Input data >>
========================================================================

import { beforeAll, describe, expect, it } from "vitest";
import fs from "node:fs";
import { eq } from "drizzle-orm";
import { GET as documentRoute } from "@/app/api/clubs/[club]/documents/[documentId]/route";
import { GET as medicalRoute } from "@/app/api/clubs/[club]/documents/medical/[userId]/route";
import { POST as remindersRoute } from "@/app/api/clubs/[club]/documents/reminders/route";
import { GET as documentsRoute } from "@/app/api/clubs/[club]/documents/route";
import { GET as uploadRoute } from "@/app/api/clubs/[club]/uploads/[uploadId]/route";
import { auditLog, emailOutbox, medicalCertificates, memberDocuments, memberPrivateRecords, uploads, users } from "@/db/schema";
import { recordDocument } from "@/lib/actions/documents/record-document";
import { recordMedical } from "@/lib/actions/documents/record-medical";
import { isoDateInTimeZone, addDays } from "@/lib/dates";
import { uploadDir } from "@/lib/storage";
import { EMPTY, db, form, seedOnce, signInAs } from "./helpers";
import { callRoute, fakePngFile, oversizeJpegFile, pngFile } from "./fleet-helpers";

const CLUB = "reedwater";
const userId = (email: string) => db().select().from(users).where(eq(users.email, email)).get()!.id;
const storedFiles = () => (fs.existsSync(uploadDir()) ? fs.readdirSync(uploadDir()).length : 0);
const pdfFile = () => new File([Buffer.from("%PDF-1.4\n1 0 obj << >> endobj\ntrailer << >>\n%%EOF\n")], "certificate.pdf", { type: "application/pdf" });
const today = () => isoDateInTimeZone(new Date(), "America/Chicago");

describe("member documents and medicals", () => {
  let lakeDocId = "";
  let cottonwoodDocId = "";
  let cottonwoodUploadId = "";

  beforeAll(async () => {
    await seedOnce();
  });

  it("a member records a document with a scan; the file belongs to them", async () => {
    signInAs("member@hangarline.test");
    const state = await recordDocument(EMPTY, form({ club: CLUB, kind: "pilot_certificate", issuedOn: "2021-05-14", reference: "PP-0041187", details: "Private pilot ASEL", file: pdfFile() }));
    expect(state.ok).toBe(true);
    lakeDocId = (state.data as { documentId: string }).documentId;
    const doc = db().select().from(memberDocuments).where(eq(memberDocuments.id, lakeDocId)).get()!;
    expect(doc).toMatchObject({ userId: userId("member@hangarline.test"), kind: "pilot_certificate", expiresOn: null });
    expect(db().select().from(uploads).where(eq(uploads.id, doc.uploadId!)).get()).toMatchObject({ subjectType: "MemberDocument", subjectId: lakeDocId, ownerUserId: userId("member@hangarline.test"), mimeType: "application/pdf" });
    // 14 CFR 61.56(c): a review on 2025-03-15 is good through 2027-03-31, computed, not typed.
    const review = await recordDocument(EMPTY, form({ club: CLUB, kind: "flight_review", issuedOn: "2025-03-15", details: "Imani Ostrowski" }));
    const reviewRow = db().select().from(memberDocuments).where(eq(memberDocuments.id, (review.data as { documentId: string }).documentId)).get()!;
    expect(reviewRow.expiresOn).toBe("2027-03-31");
  });

  it("a bad upload is refused with a field message and nothing is stored — no row, no bytes", async () => {
    signInAs("member@hangarline.test");
    const before = { docs: db().select().from(memberDocuments).all().length, rows: db().select().from(uploads).all().length, files: storedFiles() };
    const fake = await recordDocument(EMPTY, form({ club: CLUB, kind: "pilot_certificate", issuedOn: "2021-05-14", file: fakePngFile() }));
    expect(fake.ok).toBe(false);
    expect(fake.fieldErrors.file?.[0]).toMatch(/"photo.png" is not a .*checked by its content/);
    const huge = await recordDocument(EMPTY, form({ club: CLUB, kind: "pilot_certificate", issuedOn: "2021-05-14", file: oversizeJpegFile() }));
    expect(huge.fieldErrors.file?.[0]).toMatch(/the limit is 10 MB/);
    // A good file with a bad date: refused before any byte is written.
    const badDate = await recordDocument(EMPTY, form({ club: CLUB, kind: "pilot_certificate", issuedOn: "2199-01-01", file: pngFile() }));
    expect(badDate.fieldErrors.issuedOn).toEqual(["The date cannot be in the future."]);
    expect({ docs: db().select().from(memberDocuments).all().length, rows: db().select().from(uploads).all().length, files: storedFiles() }).toEqual(before);
  });

  it("documents from another club are a 404, exactly like missing ones", async () => {
    signInAs("cottonwood.pilot@hangarline.test");
    const state = await recordDocument(EMPTY, form({ club: "cottonwood-flyers", kind: "club_agreement", issuedOn: "2024-03-01", file: pngFile("agreement.png") }));
    cottonwoodDocId = (state.data as { documentId: string }).documentId;
    cottonwoodUploadId = db().select().from(memberDocuments).where(eq(memberDocuments.id, cottonwoodDocId)).get()!.uploadId!;
    expect((await callRoute(documentRoute, "/x", { club: "cottonwood-flyers", documentId: cottonwoodDocId })).status).toBe(200);

    signInAs("admin@hangarline.test"); // reads every Reedwater document, no role at Cottonwood
    expect((await callRoute(documentRoute, "/x", { club: CLUB, documentId: cottonwoodDocId })).status).toBe(404);
    expect((await callRoute(documentRoute, "/x", { club: "cottonwood-flyers", documentId: cottonwoodDocId })).status).toBe(404);
    expect((await callRoute(uploadRoute, "/x", { club: CLUB, uploadId: cottonwoodUploadId })).status).toBe(404);
    expect((await callRoute(documentRoute, "/x", { club: CLUB, documentId: "no-such-document" })).status).toBe(404);
    expect((await callRoute(documentRoute, "/x", { club: CLUB, documentId: lakeDocId })).status).toBe(200);
  });

  it("members read only their own documents; instructors read everyone's", async () => {
    signInAs("pilot2@hangarline.test");
    expect((await callRoute(documentRoute, "/x", { club: CLUB, documentId: lakeDocId })).status).toBe(404);
    expect((await callRoute(documentsRoute, `/api/clubs/${CLUB}/documents?userId=${userId("member@hangarline.test")}`, { club: CLUB })).status).toBe(404);
    const doc = db().select().from(memberDocuments).where(eq(memberDocuments.id, lakeDocId)).get()!;
    expect((await callRoute(uploadRoute, "/x", { club: CLUB, uploadId: doc.uploadId! })).status).toBe(404);
    signInAs("instructor@hangarline.test");
    const list = await callRoute(documentsRoute, `/api/clubs/${CLUB}/documents?userId=${userId("member@hangarline.test")}`, { club: CLUB });
    expect(list.status).toBe(200);
    expect((list.body as { documents: { id: string }[] }).documents.map((d) => d.id)).toContain(lakeDocId);
  });

  it("a medical needs a birth date, which stays on the member's private record and out of the audit log", async () => {
    signInAs("member@hangarline.test");
    const missing = await recordMedical(EMPTY, form({ club: CLUB, kind: "faa_class", medicalClass: "3", examDate: "2025-05-10" }));
    expect(missing.fieldErrors.birthDate?.[0]).toMatch(/date of birth/);
    // 14 CFR 61.23(d): under 40 on the exam date (born 1991) → 60 calendar months → 2030-05-31.
    const ok = await recordMedical(EMPTY, form({ club: CLUB, kind: "faa_class", medicalClass: "3", examDate: "2025-05-10", birthDate: "1991-08-17", limitations: "Corrective lenses" }));
    expect(ok).toMatchObject({ ok: true, message: "Medical recorded: valid for private-pilot privileges through 2030-05-31." });
    expect(db().select().from(memberPrivateRecords).where(eq(memberPrivateRecords.userId, userId("member@hangarline.test"))).get()?.birthDate).toBe("1991-08-17");
    const cols = (db().$client.prepare("pragma table_info(medical_certificates)").all() as { name: string }[]).map((c) => c.name);
    expect(cols).not.toContain("birth_date");
    expect(JSON.stringify(db().select().from(auditLog).where(eq(auditLog.action, "medical.record")).all())).not.toContain("1991-08-17");
  });

  it("a member cannot read another's medical; the safety officer sees the expiry only; admins the details, never the birth date", async () => {
    const memberId = userId("member@hangarline.test");
    const get = () => callRoute(medicalRoute, `/api/clubs/${CLUB}/documents/medical/${memberId}`, { club: CLUB, userId: memberId });
    signInAs("pilot2@hangarline.test");
    expect((await get()).status).toBe(404);
    signInAs("safety@hangarline.test");
    expect(await get()).toEqual({ status: 200, body: { medical: { level: "expiry", expiresOn: "2030-05-31" } } });
    signInAs("admin@hangarline.test");
    const admin = await get();
    expect(admin.body).toMatchObject({ medical: { level: "full", medicalClass: 3, examDate: "2025-05-10", limitations: "Corrective lenses" } });
    expect(JSON.stringify(admin.body)).not.toContain("1991-08-17");
    signInAs("member@hangarline.test");
    expect((await get()).body).toMatchObject({ medical: { level: "full", birthDate: "1991-08-17" } });
    signInAs("cottonwood.admin@hangarline.test");
    expect((await callRoute(medicalRoute, "/x", { club: "cottonwood-flyers", userId: memberId })).status).toBe(404);
  });

  it("expiry reminders go through the outbox once per expiry date, within the club's window", async () => {
    signInAs("pilot2@hangarline.test");
    const ends = addDays(today(), 20); // inside the default 30-day documentReminderDays
    await recordDocument(EMPTY, form({ club: CLUB, kind: "renters_insurance", issuedOn: addDays(today(), -300), expiresOn: ends, reference: "RI-1" }));
    await recordMedical(EMPTY, form({ club: CLUB, kind: "faa_class", medicalClass: "3", examDate: "2023-01-10", birthDate: "1966-11-21" })); // 24 months → lapsed 2025-01-31
    signInAs("member@hangarline.test");
    expect((await remindersRoute(new Request("http://app.test/x", { method: "POST" }), { params: Promise.resolve({ club: CLUB }) })).status).toBe(403);
    signInAs("safety@hangarline.test");
    const first = await remindersRoute(new Request("http://app.test/x", { method: "POST" }), { params: Promise.resolve({ club: CLUB }) });
    expect(await first.json()).toEqual({ queued: 2 });
    const mail = db().select().from(emailOutbox).where(eq(emailOutbox.template, "document-expiry")).all();
    expect(mail.map((m) => [m.toAddress, m.subject]).sort()).toEqual([
      ["pilot2@hangarline.test", "Medical expired on 2025-01-31"],
      ["pilot2@hangarline.test", `Renter's insurance expires on ${ends}`],
    ]);
    const again = await remindersRoute(new Request("http://app.test/x", { method: "POST" }), { params: Promise.resolve({ club: CLUB }) });
    expect(await again.json()).toEqual({ queued: 0 });
    expect(db().select().from(medicalCertificates).where(eq(medicalCertificates.userId, userId("pilot2@hangarline.test"))).get()?.reminderSentFor).toBe("2025-01-31");
  });
});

========================================================================

Task instructions >>
Would you restate, word for word, every line of the listing from its first line through the line with "memberPrivateRecords, uploads, users"?

Exercise solution >>
import { beforeAll, describe, expect, it } from "vitest";
import fs from "node:fs";
import { eq } from "drizzle-orm";
import { GET as documentRoute } from "@/app/api/clubs/[club]/documents/[documentId]/route";
import { GET as medicalRoute } from "@/app/api/clubs/[club]/documents/medical/[userId]/route";
import { POST as remindersRoute } from "@/app/api/clubs/[club]/documents/reminders/route";
import { GET as documentsRoute } from "@/app/api/clubs/[club]/documents/route";
import { GET as uploadRoute } from "@/app/api/clubs/[club]/uploads/[uploadId]/route";
import { auditLog, emailOutbox, medicalCertificates, memberDocuments, memberPrivateRecords, uploads, users } from "@/db/schema";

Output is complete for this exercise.